Revealing secrets to an unsuitable person. We incur this downfall by knowingly teaching Secret Mantra to those who have not received a Tantric empowerment. Without the empowerment, it is impossible to attain results. If someone practices without an empowerment, and they achieve no results, they might conclude that Tantra does not work. To understand the wisdom of this vow, we need to be clear on why Tantra does not work without an empowerment. The reason is simple: without a seed, no matter how much water, sunlight and fertilizer you add, a plant will never grow. Receiving the empowerment is like the planting of the seed. We all possess the seed of enlightenment within our mind, it is our Buddha nature. But the seed of the tantric path of a given deity is the special blessing we receive during the empowerment. The karma for being able to encounter the path of Tantra is so rare and precious that we must be very careful. It is entirely possible that others may have only one karmic seed on their mind to meet such teachings, and if we are unskillful we can wind up causing others to burn up such karmic seeds, reach wrong conclusions, and then not encounter the Tantric path again for aeons.
By the same token, we shouldn’t go to the other extreme of depriving people of access to the Tantric path out of our own fear of making a mistake. The story is told in the Lamrim of the man who saw a live fish fall from a fishing cart, and instead of letting it die, he compassionately put it in the pond close by. Unfortunately, though, this fish then proceeded to eat all of the other fish in the pond. When the local fishermen discovered what happened they proceeded to kill the fish the man tried to save. So while his intention was good, the end result of his action was in fact not beneficial. Some people hear this story and mistakenly conclude that until they “know for sure,” it is better to not try help. This is the wrong conclusion from this story. Given the information that the man had at the time, he made the right decision to try save the fish. He cannot be faulted for having tried. However, the story shows why we need to gain the omniscient wisdom of a Buddha, because only then will we not make such mistakes. In the meantime, we continue to try our best to help people in whatever ways we can.

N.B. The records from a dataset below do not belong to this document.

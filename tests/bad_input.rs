//! Every bad input gets one line naming the file and the problem, exit code
//! 1, no panic, and nothing written earlier is lost.

mod common;
use common::*;
use std::fs;

/// A small valid run to break in different ways.
fn small_run(w: &Workdir) {
    let model = w.model(
        "m.toml",
        &[
            (
                "preferred_hz = [125.0, 1000.0, 4000.0, 16000.0]",
                "frequencies_hz = [997.0]\npreferred_hz = []",
            ),
            ("record_samples = 65536", "record_samples = 8192"),
            ("idle_samples = 65536", "idle_samples = 8192"),
            ("wav = \"int24\"", "wav = \"float32\""),
        ],
    );
    w.ok(&[
        "simulate",
        "-q",
        "--out",
        "run",
        "--model",
        model.to_str().unwrap(),
    ]);
}

fn edit_manifest(w: &Workdir, f: impl FnOnce(&mut serde_json::Value)) {
    let p = w.path("run/run.json");
    let mut v: serde_json::Value = serde_json::from_str(&fs::read_to_string(&p).unwrap()).unwrap();
    f(&mut v);
    fs::write(&p, serde_json::to_string(&v).unwrap()).unwrap();
}

fn first_capture(w: &Workdir) -> std::path::PathBuf {
    w.path("run/captures/001-drive-ch1-997Hz.wav")
}

#[test]
fn the_small_run_is_valid() {
    let w = Workdir::new();
    small_run(&w);
    w.ok(&["analyze", "-q", "run", "--out", "res"]);
}

#[test]
fn missing_run_folder_or_manifest() {
    let w = Workdir::new();
    let e = w.fails(&["analyze", "nowhere", "--out", "res"]);
    assert!(
        e.contains("nowhere/run.json") && e.contains("No such file"),
        "{e}"
    );
    assert!(!w.path("res").exists(), "nothing may be written");
}

#[test]
fn malformed_and_unknown_manifests() {
    let w = Workdir::new();
    small_run(&w);
    let p = w.path("run/run.json");
    let good = fs::read_to_string(&p).unwrap();
    fs::write(&p, &good[..good.len() / 2]).unwrap();
    let e = w.fails(&["analyze", "run", "--out", "res"]);
    assert!(e.contains("run.json: not valid JSON"), "{e}");
    fs::write(&p, good.replace("septum.run/1", "septum.run/9")).unwrap();
    let e = w.fails(&["analyze", "run", "--out", "res"]);
    assert!(e.contains("unknown format \"septum.run/9\""), "{e}");
    fs::write(&p, &good).unwrap();
    edit_manifest(&w, |v| v["captures"][0]["drive"]["channel"] = 12.into());
    let e = w.fails(&["analyze", "run", "--out", "res"]);
    assert!(
        e.contains("captures[0].drive.channel 12 is not a recorded channel"),
        "{e}"
    );
    fs::write(&p, &good).unwrap();
    edit_manifest(&w, |v| v["channels"][1]["number"] = 5.into());
    let e = w.fails(&["analyze", "run", "--out", "res"]);
    assert!(e.contains("channels[1] has number 5"), "{e}");
    fs::write(&p, &good).unwrap();
    edit_manifest(&w, |v| v["sample_rate_hz"] = "fast".into());
    let e = w.fails(&["analyze", "run", "--out", "res"]);
    assert!(e.contains("run.json: does not follow septum.run/1"), "{e}");
}

#[test]
fn missing_and_truncated_wavs() {
    let w = Workdir::new();
    small_run(&w);
    let cap = first_capture(&w);
    let bytes = fs::read(&cap).unwrap();
    fs::remove_file(&cap).unwrap();
    let e = w.fails(&["analyze", "run", "--out", "res"]);
    assert!(
        e.contains("001-drive-ch1-997Hz.wav") && e.contains("No such file"),
        "{e}"
    );
    fs::write(&cap, &bytes[..bytes.len() * 2 / 3]).unwrap();
    let e = w.fails(&["analyze", "run", "--out", "res"]);
    assert!(e.contains("001-drive-ch1-997Hz.wav: truncated"), "{e}");
    fs::write(&cap, &bytes[..30]).unwrap();
    let e = w.fails(&["analyze", "run", "--out", "res"]);
    assert!(
        e.contains("001-drive-ch1-997Hz.wav: not a readable WAV file"),
        "{e}"
    );
    fs::write(&cap, b"").unwrap();
    let e = w.fails(&["analyze", "run", "--out", "res"]);
    assert!(
        e.contains("001-drive-ch1-997Hz.wav: not a readable WAV file"),
        "{e}"
    );
}

#[test]
fn channel_count_rate_and_samples() {
    let w = Workdir::new();
    small_run(&w);
    let cap = first_capture(&w);
    let write = |channels: Vec<Vec<f64>>, rate: u32, fmt| {
        septum::run::write_capture(&cap, &channels, rate, fmt).unwrap();
    };
    write(
        vec![vec![0.0; 1000]; 2],
        48_000,
        septum::run::WavFormat::Float32,
    );
    let e = w.fails(&["analyze", "run", "--out", "res"]);
    assert!(
        e.contains("001-drive-ch1-997Hz.wav: has 2 channels but run.json lists 8"),
        "{e}"
    );
    write(
        vec![vec![0.0; 1000]; 8],
        44_100,
        septum::run::WavFormat::Float32,
    );
    let e = w.fails(&["analyze", "run", "--out", "res"]);
    assert!(
        e.contains("sample rate is 44100 Hz but run.json says 48000 Hz"),
        "{e}"
    );
    let mut bad = vec![vec![0.0; 1000]; 8];
    bad[2][500] = f64::NAN;
    write(bad, 48_000, septum::run::WavFormat::Float32);
    let e = w.fails(&["analyze", "run", "--out", "res"]);
    assert!(
        e.contains("non-finite sample (NaN) at frame 500 channel 3"),
        "{e}"
    );
    write(vec![vec![]; 8], 48_000, septum::run::WavFormat::Float32);
    let e = w.fails(&["analyze", "run", "--out", "res"]);
    assert!(e.contains("empty capture"), "{e}");
    // Silence where a tone should be.
    write(
        vec![vec![0.0; 20_000]; 8],
        48_000,
        septum::run::WavFormat::Int16,
    );
    let e = w.fails(&["analyze", "run", "--out", "res"]);
    assert!(
        e.contains("001-drive-ch1-997Hz.wav: channel 1 at 997 Hz: silent, no tone"),
        "{e}"
    );
}

#[test]
fn results_are_never_lost_or_written_into_the_run() {
    let w = Workdir::new();
    small_run(&w);
    w.ok(&["analyze", "-q", "run", "--out", "res"]);
    let before = fs::read_to_string(w.path("res/pairs.csv")).unwrap();
    // A non-empty results folder is refused without --force.
    let e = w.fails(&["analyze", "run", "--out", "res"]);
    assert!(e.contains("res: is not empty"), "{e}");
    // A failing analysis with --force leaves the old results whole.
    let cap = first_capture(&w);
    let bytes = fs::read(&cap).unwrap();
    fs::write(&cap, &bytes[..bytes.len() / 2]).unwrap();
    w.fails(&["analyze", "run", "--out", "res", "--force"]);
    assert_eq!(fs::read_to_string(w.path("res/pairs.csv")).unwrap(), before);
    let leftovers: Vec<_> = fs::read_dir(w.dir.path())
        .unwrap()
        .filter_map(|e| e.ok())
        .filter(|e| e.file_name().to_string_lossy().contains("partial"))
        .collect();
    assert!(leftovers.is_empty(), "staging folders left behind");
    // With the capture restored, --force replaces the results.
    fs::write(&cap, &bytes).unwrap();
    fs::write(w.path("res/stale.txt"), "old").unwrap();
    w.ok(&["analyze", "-q", "run", "--out", "res", "--force"]);
    assert!(!w.path("res/stale.txt").exists());
    assert!(w.path("res/pairs.csv").exists());
    // Never into the run folder.
    let e = w.fails(&["analyze", "run", "--out", "run/results"]);
    assert!(e.contains("lies inside the run folder"), "{e}");
    let e = w.fails(&["analyze", "run", "--out", "run", "--force"]);
    assert!(e.contains("lies inside the run folder"), "{e}");
    // Nor over a folder that holds the run.
    let e = w.fails(&["analyze", "run", "--out", ".", "--force"]);
    assert!(e.contains("holds the run folder"), "{e}");
    assert!(w.path("run/run.json").exists());
}

#[test]
fn bad_model_files() {
    let w = Workdir::new();
    let m = w.model("m.toml", &[("bits = 24", "bits = 24\ncolour = \"red\"")]);
    let e = w.fails(&["simulate", "--out", "run", "--model", m.to_str().unwrap()]);
    assert!(e.contains("m.toml: line 20") && e.contains("colour"), "{e}");
    let m = w.model("m2.toml", &[("channels = 8", "channels = 0")]);
    let e = w.fails(&["simulate", "--out", "run", "--model", m.to_str().unwrap()]);
    assert!(e.contains("front_end.channels = 0"), "{e}");
    let m = w.model("m3.toml", &[("bits = 24", "bits = 32")]);
    let e = w.fails(&["simulate", "--out", "run", "--model", m.to_str().unwrap()]);
    assert!(e.contains("front_end.bits = 32"), "{e}");
    let e = w.fails(&["simulate", "--out", "run", "--model", "absent.toml"]);
    assert!(e.contains("absent.toml"), "{e}");
    assert!(!w.path("run").exists());
}

#[test]
fn usage_errors_exit_with_two() {
    let w = Workdir::new();
    let out = w.septum(&["analyze"]);
    assert_eq!(out.status.code(), Some(2));
    let out = w.septum(&["analyze", "run", "--out", "r", "--harmonics", "0"]);
    assert_eq!(out.status.code(), Some(2));
}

When we make mistakes, we should humbly acknowledge them, learn from them, and try do better next time. I don’t always succeed at following my own principles, but what I try do is the following: I try to only give Dharma when people ask for it and I think their minds are sufficiently open to receive it in a positive way. When talking about Tantra, I explain “about” Tantra, but not “how to do it.” So it is OK to discuss the benefits of Tantra and the general theory of how it works, but not good to discuss how people actually do it unless they have received the empowerment. When we give “Introduction to Tantra” classes at Dharma centers, this is usually the fine line we try to walk.
Some people will misinterpret our “holding back” on explaining to them how to do it, thinking we are withholding explanation of some secret Dharma that is only available to those elite and privileged few who pay extra money and show extra commitment. I can understand why people might misinterpret things in that way, but it is not the case. Our motivation for practicing this vow, like all the others, is love and compassion for the welfare of others.